The doors flew open behind me. I hit the carpet like a ton of adobe bricks as my "head" popped off and went rolling down the showroom stairs and into the gambling pit. There, it eventually stopped rolling, resting, of course, snugly up against the patent leather shoes affixed to the feet of the General Manager of the joint. Yours truly was stretched out helplessly and like a wet dishrag at the showroom doors, surrounded by peacocks and elephants and a giraffe or two. Wow, what a moment! Truly, what a moment!

A few years later, I landed in Reno as Executive Casino Host at the Peppermill. That was in January of 1989 and the GM there was in a firing mood on my third day at the job. He had unceremoniously fired most of the sales department and a good chunk of the management staff when his secretary, Harrah, (truly her name), called me in to his office.

Phil Bryan’s reputation had preceded him and I was literally shaking in my cowboy boots as I slithered in. "Shut the door," he growled. "Sit down." My shorts were by now giving me a most severe wedgie. "Closer. Lean across the desk so I can see you better." Well, there I was, literally nose to nose, leaning across the desk and staring the steel-blue eyes of the General Manager of THE Reno Peppermill eyeball to eyeball.

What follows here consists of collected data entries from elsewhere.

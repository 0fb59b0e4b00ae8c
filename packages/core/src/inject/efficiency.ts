import { InputError } from "../errors.js";

/** A binomial proportion with its confidence interval. */
export interface BinomialEstimate {
  found: number;
  total: number;
  /** found / total (null when total is 0). */
  efficiency: number | null;
  lower: number | null;
  upper: number | null;
}

/** The interval used for every efficiency error bar (see {@link wilsonInterval}). */
export const EFFICIENCY_INTERVAL = "Wilson score interval, z = 1 (68.3%)";

/**
 * Wilson score interval of a binomial proportion k/n (Wilson, J. Am. Stat. Assoc. 22, 209 (1927)):
 * centre (p̂ + z²/2n)/(1 + z²/n), half-width z/(1 + z²/n) · sqrt(p̂(1 − p̂)/n + z²/4n²), p̂ = k/n.
 * Unlike the normal approximation it stays inside [0, 1] and is not empty at k = 0 or k = n.
 * z = 1 gives the 68.3% interval used for error bars here.
 */
export function wilsonInterval(found: number, total: number, z = 1): BinomialEstimate {
  if (!Number.isInteger(total) || total < 0) throw new InputError(`total must be a non-negative integer (got ${total})`);
  if (!Number.isInteger(found) || found < 0 || found > total) throw new InputError(`found must be an integer in [0, total] (got ${found})`);
  if (!(z > 0)) throw new InputError(`z must be positive (got ${z})`);
  if (total === 0) return { found, total, efficiency: null, lower: null, upper: null };
  const p = found / total;
  const z2n = (z * z) / total;
  const centre = (p + z2n / 2) / (1 + z2n);
  const half = (z / (1 + z2n)) * Math.sqrt((p * (1 - p)) / total + (z * z) / (4 * total * total));
  // Exact ends at k = 0 and k = n (the formula gives them up to rounding).
  const lower = found === 0 ? 0 : Math.max(0, centre - half);
  const upper = found === total ? 1 : Math.min(1, centre + half);
  return { found, total, efficiency: p, lower, upper };
}

/** One bin of an efficiency curve: [low, high) of some quantity (the last bin includes high). */
export interface EfficiencyBin extends BinomialEstimate {
  low: number;
  high: number;
}

/**
 * Bins (x_i, found_i) by the edges e_0 < e_1 < … < e_m into [e_j, e_{j+1}) (the last bin closed)
 * and gives each bin's found fraction with its Wilson interval ({@link wilsonInterval}); points
 * outside [e_0, e_m] are left out. Empty bins are kept (efficiency null).
 */
export function binnedEfficiency(x: ArrayLike<number>, found: ArrayLike<boolean>, edges: readonly number[], z = 1): EfficiencyBin[] {
  if (x.length !== found.length) throw new InputError(`binnedEfficiency: x and found differ in length (${x.length} vs ${found.length})`);
  if (edges.length < 2) throw new InputError("binnedEfficiency: need at least two bin edges");
  for (let j = 1; j < edges.length; j++) {
    if (!(edges[j] > edges[j - 1])) throw new InputError("binnedEfficiency: bin edges must increase");
  }
  const m = edges.length - 1;
  const k = new Array<number>(m).fill(0);
  const n = new Array<number>(m).fill(0);
  for (let i = 0; i < x.length; i++) {
    const v = x[i];
    if (!(v >= edges[0] && v <= edges[m])) continue;
    let j = 0;
    while (j < m - 1 && v >= edges[j + 1]) j++;
    n[j]++;
    if (found[i]) k[j]++;
  }
  return k.map((kj, j) => ({ low: edges[j], high: edges[j + 1], ...wilsonInterval(kj, n[j], z) }));
}

/**
 * Bin edges for an efficiency curve over [min, max]: whole numbers from floor(min) to ceil(max)
 * in steps of a whole number chosen to give at most `maxBins` bins (common practice, no source).
 */
export function integerBinEdges(min: number, max: number, maxBins = 20): number[] {
  if (!Number.isFinite(min) || !Number.isFinite(max) || max < min) throw new InputError(`integerBinEdges: need finite min ≤ max (got ${min}, ${max})`);
  const lo = Math.floor(min);
  let hi = Math.ceil(max);
  if (hi === lo) hi = lo + 1;
  const step = Math.max(1, Math.ceil((hi - lo) / maxBins));
  const edges: number[] = [];
  for (let e = lo; e < hi; e += step) edges.push(e);
  edges.push(edges[edges.length - 1] + step);
  return edges;
}

/** `bins` equal-width bin edges over [min, max]. */
export function linearBinEdges(min: number, max: number, bins: number): number[] {
  if (!Number.isFinite(min) || !Number.isFinite(max) || !(max > min)) throw new InputError(`linearBinEdges: need finite min < max (got ${min}, ${max})`);
  if (!Number.isInteger(bins) || bins < 1) throw new InputError(`linearBinEdges: bins must be a positive integer (got ${bins})`);
  return Array.from({ length: bins + 1 }, (_, j) => (j === bins ? max : min + ((max - min) * j) / bins));
}

/**
 * Where a binned efficiency curve crosses 50%, by linear interpolation in efficiency between
 * the centres of neighbouring non-empty bins (common practice, no source). `direction` "falling"
 * finds the first bin pair going from ≥ 0.5 to < 0.5 (efficiency against distance); "rising" the
 * first going from < 0.5 to ≥ 0.5 (against SNR). Null when the curve does not cross in range.
 */
export function fiftyPercentCrossing(bins: readonly EfficiencyBin[], direction: "rising" | "falling"): number | null {
  const pts = bins.filter((b) => b.efficiency !== null).map((b) => ({ x: (b.low + b.high) / 2, e: b.efficiency as number }));
  for (let j = 1; j < pts.length; j++) {
    const a = pts[j - 1];
    const b = pts[j];
    const crosses = direction === "falling" ? a.e >= 0.5 && b.e < 0.5 : a.e < 0.5 && b.e >= 0.5;
    if (crosses) return a.x + ((0.5 - a.e) / (b.e - a.e)) * (b.x - a.x);
  }
  return null;
}

/** Median and 5%/95% quantiles of a sample, and the median of its absolute values. */
export interface ErrorSpread {
  median: number;
  p05: number;
  p95: number;
  medianAbsolute: number;
}

/**
 * Quantile q of a sample by linear interpolation between order statistics at position
 * (n − 1)·q (Hyndman & Fan, Am. Stat. 50, 361 (1996), definition 7).
 */
export function quantile(values: readonly number[], q: number): number {
  if (values.length === 0) throw new InputError("quantile: the sample is empty");
  if (!(q >= 0 && q <= 1)) throw new InputError(`quantile: q must be in [0, 1] (got ${q})`);
  const s = [...values].sort((a, b) => a - b);
  const h = (s.length - 1) * q;
  const i = Math.floor(h);
  return i + 1 < s.length ? s[i] + (h - i) * (s[i + 1] - s[i]) : s[i];
}

/** {@link ErrorSpread} of a sample, or null when it is empty. */
export function errorSpread(values: readonly number[]): ErrorSpread | null {
  if (values.length === 0) return null;
  return {
    median: quantile(values, 0.5),
    p05: quantile(values, 0.05),
    p95: quantile(values, 0.95),
    medianAbsolute: quantile(values.map(Math.abs), 0.5),
  };
}

/** How the distances of a population were drawn. */
export type DistanceDistribution = "volume" | "uniform";

/**
 * Monte Carlo estimate of the sensitive volume V = ∫ ε(r) 4πr² dr (Mpc³) from injections whose
 * distances were drawn from a known density p(r) on [rMin, rMax]: V ≈ (1/N) Σ_i found_i ·
 * 4π r_i² / p(r_i) (importance sampling), plus the ball inside rMin counted as fully efficient.
 * For p uniform in volume the weight is (4π/3)(rMax³ − rMin³) for every injection; for p uniform
 * in distance it is 4π r_i² (rMax − rMin). The standard error is sqrt(Var(w·found) / N).
 * (Monte Carlo integration with importance sampling; e.g. Press et al., Numerical Recipes, 3rd ed.,
 * Sec. 7.9.)
 */
export function sensitiveVolume(
  distancesMpc: readonly number[],
  found: readonly boolean[],
  rangeMpc: readonly [number, number],
  distribution: DistanceDistribution,
): { volumeMpc3: number; errorMpc3: number } | null {
  const n = distancesMpc.length;
  if (n === 0) return null;
  if (found.length !== n) throw new InputError(`sensitiveVolume: distances and found differ in length (${n} vs ${found.length})`);
  const [lo, hi] = rangeMpc;
  if (!(lo >= 0) || !(hi > lo)) throw new InputError(`sensitiveVolume: need 0 ≤ rMin < rMax (got ${lo}, ${hi})`);
  let sum = 0;
  let sum2 = 0;
  for (let i = 0; i < n; i++) {
    const r = distancesMpc[i];
    const w = distribution === "volume" ? ((4 * Math.PI) / 3) * (hi ** 3 - lo ** 3) : 4 * Math.PI * r * r * (hi - lo);
    const v = found[i] ? w : 0;
    sum += v;
    sum2 += v * v;
  }
  const mean = sum / n;
  const variance = Math.max(0, sum2 / n - mean * mean);
  return { volumeMpc3: ((4 * Math.PI) / 3) * lo ** 3 + mean, errorMpc3: Math.sqrt(variance / n) };
}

"Scribbler," he whispered as he moved his lips up against my right ear. Oh, dear God, what a predicament I was in! I was stuck in a new house with big payments and in a new town and I instinctively knew that I was about to get fired. You know how it is; you can always sense awful and portentous things; those foreboding moments just chill your bones to the marrow. It my case, even my liver quivered.

"Scribbler! Pay attention!"

"Yes, sir!"

"Scribbler," he whispered so softly that I could barely make out the words. "Tell me the story about the pink bunny outfit."

Everything that you read on these Wednesday blogs will be the whole truth and nothing but the truth, and I have some great stories to tell. In between Wednesdays, I’ll try and throw in some other posts as time and reason permit. I hope you enjoyed the start up.  Regards, The Scribbler.